It's not hard to call this one.

We have a gajillion projects in the works and it's pretty easy to see the ones that have hit a snag.  The further problem is that once that happens, and it is so obvious, it is hard for a developer to get it rolling again.

Anyone out for a drive in the area can see various past projects that got platted out, had a bloom or two, but died before the fruit ripened.  It takes some really deep pockets in those early stages.

Go look at Branson Creek's 7500 acres!  Wonder why their much-touted golf course in still operating out of a temporary clubhouse and the cartbarn is a tent, when millions and millions have been spent of infrastructure?  Most projects I've seen, anywhere, build the fancy clubhouse first, as living proof of what is going to be.  (for those who know, like Westminster near Lehigh, FL, for instance)




gravityrules said:


> JLB, looks like you had this one called early on!


----------



## craftemp (Jul 8, 2007)

I toured this "home" when I was in Branson last summer... It was FANTASTIC !!  It would be a great place to vacation!!


----------



## JLB (Jul 9, 2007)

So, you came to Branson from all the way over to the right, and that is all you have to say about Branson!   



craftemp said:


> I toured this "home" when I was in Branson last summer... It was FANTASTIC !!  It would be a great place to vacation!!


----------



## JLB (Jul 9, 2007)

Sorta off-topic, but shy we were out that way--Cross Creek.

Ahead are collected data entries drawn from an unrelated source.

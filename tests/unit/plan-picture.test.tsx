import { renderToStaticMarkup } from "react-dom/server";
import { describe, expect, test } from "vitest";
import { PlanPicture, type PlanPictureLeaf } from "@/components/veneer/plan-picture";
import { planFlitch, planYield, type PlanLeaf, type PlanSpec } from "@/lib/veneer/plan";
import { seededRandom as rng } from "../fixtures/random";

// Every flitch below is made up for its test case.
const spec = (o: Partial<PlanSpec> = {}): PlanSpec => ({ leavesPerFace: 2, minLengthMm: 900, minWidthMm: 150, reservePerPair: 1, ...o });

function render(leaves: PlanPictureLeaf[], s: PlanSpec, title?: string) {
  const forPlan: PlanLeaf[] = leaves.map((l) => ({ seq: l.seq, lengthMm: l.lengthMm ?? 0, widthMm: l.widthMm ?? 0, usable: l.usable && !l.takenBy }));
  const plan = planFlitch(forPlan, s);
  const y = planYield(forPlan, plan);
  const html = renderToStaticMarkup(
    <PlanPicture
      leaves={leaves}
      plan={plan}
      yieldFigures={{ pairs: plan.pairs, ...y }}
      minLengthMm={s.minLengthMm}
      minWidthMm={s.minWidthMm}
      leavesPerFace={s.leavesPerFace}
      reservePerPair={s.reservePerPair}
      title={title}
    />,
  );
  return { html, plan };
}

/** Each leaf's <g data-seq data-role>: its seq, role, and whether its body carries the mirror transform. */
function leafGroups(html: string) {
  const out: { seq: number; role: string; turned: boolean; mirrored: boolean; mark: string }[] = [];
  // Split on leaf groups instead of trusting nesting: each starts with data-seq and ends before the next.
  const starts = [...html.matchAll(/<g data-seq="(\d+)" data-role="([a-z]+)"/g)];
  starts.forEach((m, i) => {
    const body = html.slice(m.index!, i + 1 < starts.length ? starts[i + 1]!.index! : html.indexOf('<g aria-hidden="true"><g data-legend'));
    const texts = [...body.matchAll(/<text[^>]*>([^<]*)<\/text>/g)].map((t) => t[1]!);
    out.push({
      seq: Number(m[1]),
      role: m[2]!,
      turned: /data-body="turned"/.test(body),
      mirrored: /scale\(-1 1\)/.test(body),
      mark: texts[texts.length - 1] ?? "",
    });
  });
  return out;
}

const leaf = (seq: number, o: Partial<PlanPictureLeaf> = {}): PlanPictureLeaf => ({
  seq,
  lengthMm: 1000 + ((seq * 7) % 30),
  widthMm: 200 + ((seq * 11) % 20),
  usable: true,
  defects: [],
  ...o,
});

describe("PlanPicture", () => {
  // 12 leaves, 2 per face, 1 reserve: leaf 1 already taken, leaf 7 split, leaf 12 short.
  const small = [
    leaf(1, { takenBy: "PR-1001-X" }),
    leaf(2),
    leaf(3),
    leaf(4),
    leaf(5),
    leaf(6),
    leaf(7, { usable: false, defects: [{ kind: "split", positionMm: 300 }] }),
    leaf(8),
    leaf(9),
    leaf(10),
    leaf(11),
    leaf(12, { lengthMm: 700 }),
  ];

  test("every leaf appears once, with the role the plan gives it", () => {
    const { html, plan } = render(small, spec());
    expect(plan.runs).toEqual([{ left: [2, 4], right: [3, 5], reserve: [6] }]);
    const groups = leafGroups(html);
    expect(groups.map((g) => g.seq)).toEqual([1, 2, 3, 4, 5, 6, 7, 8, 9, 10, 11, 12]);
    expect(Object.fromEntries(groups.map((g) => [g.seq, g.role]))).toEqual({
      1: "taken",
      2: "left",
      3: "right",
      4: "left",
      5: "right",
      6: "reserve",
      7: "unusable",
      8: "leftover",
      9: "leftover",
      10: "leftover",
      11: "leftover",
      12: "leftover",
    });
    // Not by colour alone: each leaf has a text mark under it.
    expect(Object.fromEntries(groups.map((g) => [g.seq, g.mark]))).toEqual({
      1: "used",
      2: "L",
      3: "R↺",
      4: "L",
      5: "R↺",
      6: "res",
      7: "✕",
      8: "spare",
      9: "spare",
      10: "spare",
      11: "spare",
      12: "short",
    });
  });

  test("right-face leaves carry the mirror transform; left-face and other leaves do not", () => {
    const groups = leafGroups(render(small, spec()).html);
    for (const g of groups) {
      expect(g.mirrored, `leaf ${g.seq}`).toBe(g.role === "right");
      expect(g.turned, `leaf ${g.seq}`).toBe(g.role === "right");
    }
  });

  test("the yield line, the run bracket, the title and the accessible summary", () => {
    const { html } = render(small, spec(), "Flitch FL-TEST-3");
    expect(html).toContain('data-testid="plan-picture"');
    expect(html).toContain('role="img"');
    expect(html).toContain("<title>Flitch FL-TEST-3</title>");
    expect(html).toContain('width="100%"');
    expect(html).toMatch(/viewBox="0 0 \d+ [\d.]+"/);
    expect(html).toContain("Run 1 · pair");
    // 5 of 12 leaves used (4 face + 1 reserve); every leaf here is about the same size.
    expect(html).toMatch(/1 pair · 5 of 12 leaves used \(4 on faces, 1 reserve\) · \d+ % of the flitch&#x27;s area/);
    expect(html).toMatch(/aria-label="Flitch FL-TEST-3: 12 leaves in slicing order\. 1 pair · 5 of 12 leaves used/);
  });

  test("the yield line in the worked form of the brief", () => {
    // 24 leaves of one size, 2 per face, reserve 1; every other leaf from 16 on is unusable.
    const leaves = Array.from({ length: 24 }, (_, i) => leaf(i + 1, { lengthMm: 1000, widthMm: 200, usable: ![16, 18, 20, 22, 24].includes(i + 1) }));
    const { html } = render(leaves, spec({ leavesPerFace: 2, reservePerPair: 1 }));
    // Stretch 1–15: three blocks of 5 → 3 pairs, 15 leaves used (12 face, 3 reserve), area 15/24 = 63 %.
    expect(html).toContain("3 pairs · 15 of 24 leaves used (12 on faces, 3 reserve) · 63 % of the flitch&#x27;s area");
  });

  test("with no pair, it says so plainly", () => {
    const leaves = [leaf(1), leaf(2), leaf(3), leaf(4, { usable: false }), leaf(5), leaf(6, { widthMm: 120 }), leaf(7)];
    const { html, plan } = render(leaves, spec());
    expect(plan.pairs).toBe(0);
    expect(html).toContain("No pair fits: the longest unbroken stretch of good leaves is 3, a pair needs 5 (2 × 2 face leaves + 1 reserve)");
    expect(html).not.toContain("Run 1");
    expect(leafGroups(html).every((g) => !g.mirrored)).toBe(true);
  });

  test("a defect is marked where it was found, or at the centre when its place is unknown", () => {
    const { html } = render([leaf(1, { lengthMm: 1000, usable: false, defects: [{ kind: "knot", positionMm: 250 }] }), leaf(2, { usable: false, defects: [{ kind: "hole", positionMm: null }] })], spec());
    // Where the ✕ sits, as a share of the leaf's length from its butt end (the bottom of the drawn leaf).
    const share = (kind: string) => {
      const d = html.match(new RegExp(`data-defect="${kind}" d="M[\\d.]+ ([\\d.]+)`));
      const body = html.slice(0, d!.index!).split("<g data-seq=").pop()!;
      const rect = body.match(/<rect x="[\d.]+" y="([\d.]+)" width="[\d.]+" height="([\d.]+)"/)!;
      const [top, h] = [Number(rect[1]), Number(rect[2])];
      return (top + h - (Number(d![1]) + 5)) / h;
    };
    expect(share("knot")).toBeCloseTo(0.25, 2);
    expect(share("hole")).toBeCloseTo(0.5, 2);
  });

  test("long flitches wrap into rows of at most 20 leaves", () => {
    const leaves = Array.from({ length: 45 }, (_, i) => leaf(i + 1));
    const { html } = render(leaves, spec());
    expect(leafGroups(html)).toHaveLength(45);
    const xs = [...html.matchAll(/<g data-seq="\d+"[^>]*><title>[^<]*<\/title><text x="([\d.]+)"/g)].map((m) => Number(m[1]));
    const perRow = new Map<number, number>();
    const ys = [...html.matchAll(/<g data-seq="\d+"[^>]*><title>[^<]*<\/title><text x="[\d.]+" y="([\d.]+)"/g)].map((m) => Number(m[1]));
    for (const y of ys) perRow.set(y, (perRow.get(y) ?? 0) + 1);
    expect(xs).toHaveLength(45);
    expect(Math.max(...perRow.values())).toBeLessThanOrEqual(20);
  });
});

/**
 * Book match, as defined by the Architectural Woodwork Standards §1.2.19: "every other leaf turned
 * over, leaves taken in sequence". Slip match (§1.2.20) joins leaves in sequence without turning
 * them; the picture must never show a right face that way.
 */
describe("PlanPicture shows a book match (AWS §1.2.19), never a slip match (§1.2.20)", () => {
  test("for random flitches: left[i] < right[i] < left[i+1], consecutive, and exactly the right faces are turned", () => {
    for (let seed = 1; seed <= 60; seed++) {
      const r = rng(seed);
      const n = 4 + Math.floor(r() * 40);
      const s = spec({ leavesPerFace: 1 + Math.floor(r() * 3), reservePerPair: Math.floor(r() * 3) });
      const leaves = Array.from({ length: n }, (_, i) =>
        leaf(i + 1, {
          usable: r() > 0.12,
          lengthMm: r() < 0.08 ? 800 : 950 + Math.floor(r() * 100),
          takenBy: r() < 0.05 ? "PR-EARLIER" : null,
        }),
      );
      const { html, plan } = render(leaves, s);
      const turned = new Set<number>();
      for (const run of plan.runs) {
        expect(run.left).toHaveLength(s.leavesPerFace);
        expect(run.right).toHaveLength(s.leavesPerFace);
        for (let i = 0; i < run.left.length; i++) {
          expect(run.right[i]).toBe(run.left[i]! + 1);
          if (i + 1 < run.left.length) expect(run.left[i + 1]).toBe(run.right[i]! + 1);
        }
        if (run.reserve.length) expect(run.reserve[0]).toBe(run.right[run.right.length - 1]! + 1);
        for (const seq of run.right) turned.add(seq);
      }
      const groups = leafGroups(html);
      expect(groups.map((g) => g.seq).sort((a, b) => a - b), `seed ${seed}`).toEqual(leaves.map((l) => l.seq));
      for (const g of groups) {
        // Exactly the right-face leaves are drawn turned (mirrored); a right face drawn as cut would be a slip match.
        expect(g.mirrored, `seed ${seed}, leaf ${g.seq}`).toBe(turned.has(g.seq));
        if (g.role === "right") expect(g.mirrored).toBe(true);
        if (g.role === "left") expect(g.mirrored).toBe(false);
      }
    }
  });
});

One of the families on our road, who we have always considered to be friends (friendship is pretty flighty here and tends to go the direction of _what are you doing for me now _ ), complained to Planning and Zoning about our boat dock parking.  On the half-mile of our road before our lot, there are only two houses, this family's and another, and they are both complaining.  (FWIW, this past week there have been four boats, about ten vehicles, and about 20 people at the next house after our boatdock lot--and no one but us at our dock!)

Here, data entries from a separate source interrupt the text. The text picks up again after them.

/**
 * The lab's counts and plans in its own words. Expected values follow from the invented inputs
 * of each case (no outside source is involved), except band names: ISO 266 (docs/REFERENCES.md, § One-third-octave bands).
 */
import { describe, expect, test } from "vitest";
import { whyNoPairs } from "@/lib/lab/plan-words";
import { countUnits, UNIT_CLASSES, unitClass, type UnitClass } from "@/lib/lab/unit-counts";
import { planPairs, type Unit } from "@/lib/matching";

describe("where a unit stands", () => {
  test.each<[string, boolean, UnitClass]>([
    ["awaiting_measurement", false, "waiting"],
    ["measured", false, "free"],
    ["in_stock", false, "free"],
    ["reserved", true, "reserved"],
    ["measured", true, "reserved"], // held by an open set whatever its state says
    ["fitted", false, "fitted"],
    ["failed", false, "failed"],
    ["scrapped", false, "other"],
    ["quarantined", false, "other"], // a state this list does not know is counted, never dropped
  ])("%s, in a set: %s → %s", (state, inSet, cls) => {
    expect(unitClass(state, inSet)).toBe(cls);
  });

  test("the classes of a batch add up to its units", () => {
    const groups = [
      { state: "awaiting_measurement", inOpenSet: false, n: 3 },
      { state: "measured", inOpenSet: false, n: 2 },
      { state: "reserved", inOpenSet: true, n: 4 },
      { state: "fitted", inOpenSet: false, n: 6 },
      { state: "failed", inOpenSet: false, n: 1 },
      { state: "scrapped", inOpenSet: false, n: 1 },
    ];
    const counts = countUnits(groups);
    expect(counts).toEqual({ waiting: 3, free: 2, reserved: 4, fitted: 6, failed: 1, other: 1, units: 17 });
    expect(UNIT_CLASSES.reduce((sum, c) => sum + counts[c], 0)).toBe(counts.units);
  });
});

describe("why a plan pairs nothing", () => {
  // Three bands named as ISO 266 names them (docs/REFERENCES.md, § One-third-octave bands), with their unit.
  const labels = ["1.6 kHz", "2 kHz", "2.5 kHz"];
  const u = (id: string, ...levels: number[]): Unit => ({ id, levels });

  test.each<[string, Unit[], number, string | null]>([
    ["two units 1.43 dB apart at 2 kHz, limit 1 dB", [u("A", 0, 0, 0), u("B", 0, 1.43, 0.2)], 1, "No two of the 2 measured units are within the 1.0 dB limit: the closest two, A and B, differ by 1.43 dB at 2 kHz."],
    ["three units, the closest two named", [u("A", 0, 0, 0), u("B", 3, 0, 0), u("C", 0, 0, 0.8)], 0.5, "No two of the 3 measured units are within the 0.5 dB limit: the closest two, A and C, differ by 0.80 dB at 2.5 kHz."],
    ["just over the limit shows enough decimals", [u("A", 0, 0, 0), u("B", 0.5004, 0, 0)], 0.5, "No two of the 2 measured units are within the 0.5 dB limit: the closest two, A and B, differ by 0.5004 dB at 1.6 kHz."],
    ["one unit", [u("A", 0, 0, 0)], 1, "Only 1 measured unit is free: a pair takes two."],
    ["none", [], 1, "No measured units are free to pair."],
    ["a plan with a pair says nothing", [u("A", 0, 0, 0), u("B", 0.1, 0, 0)], 1, null],
  ])("%s", (_name, units, limitDb, text) => {
    const plan = planPairs(units, { limitDb, bandLabels: labels });
    expect(whyNoPairs(plan, { free: units.length, limitDb, noun: "units", bandLabels: labels })).toBe(text);
  });
});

This husband and wife work for their son, who is a developer.  So, I called them and they invited me to come see their latest project, on the Parade of Homes.

It was out by Cross Creek, off Saint Street, which is at the top of the hill heading up from Taneycomo.  As we drove to the open house we went by a few well-kept, older homes.  Their road obviously used to end at the beautiful, quiet, peaceful woods, with the stream running through it.

Those woods are now this family's latest project.  Don't you think all that construction traffic, tearing up the woods, and opening that street up permanently is something that upset the ones that were there first?

There is a lot of that around here--rules that are good, but not ones that apply to _me_.


----------



## craftemp (Jul 18, 2007)

Actually,  I loved Branson so much when I visited last year that I will be returning again next month.  I'll be staying for a week at the Fairfield Meadows and am really looking forward to it. 
Thanks for all of the information that you share with the group!
Judy


----------



## gravityrules (Jul 19, 2007)

There's a rather strange looking CrossCreek listing on Ebay now.  Here's the description, which makes no sense to me; what week in THAT HOUSE would be only 29,000 points?  This Ebay seller is out of Branson.  Is this another 'post card company' or is there another explanation?  I've often wondered where all the inventory comes from ...

With this resort in financial straits, isn't that MF at a high risk of increasing?


_Unit Week Number(s) 13, Occurring Annually contained in nit Number(s) Lot 11, of The Cove at Cross Creek

 Converted to 29,000 RCI Points under RCI Member #1-1187202_

http://cgi.ebay.com/TIMESHARE-29-00...ryZ15897QQssPageNameZWDVWQQrdZ1QQcmdZViewItem


----------



## JLB (Jul 19, 2007)

_The Cove_?  :hysterical:


----------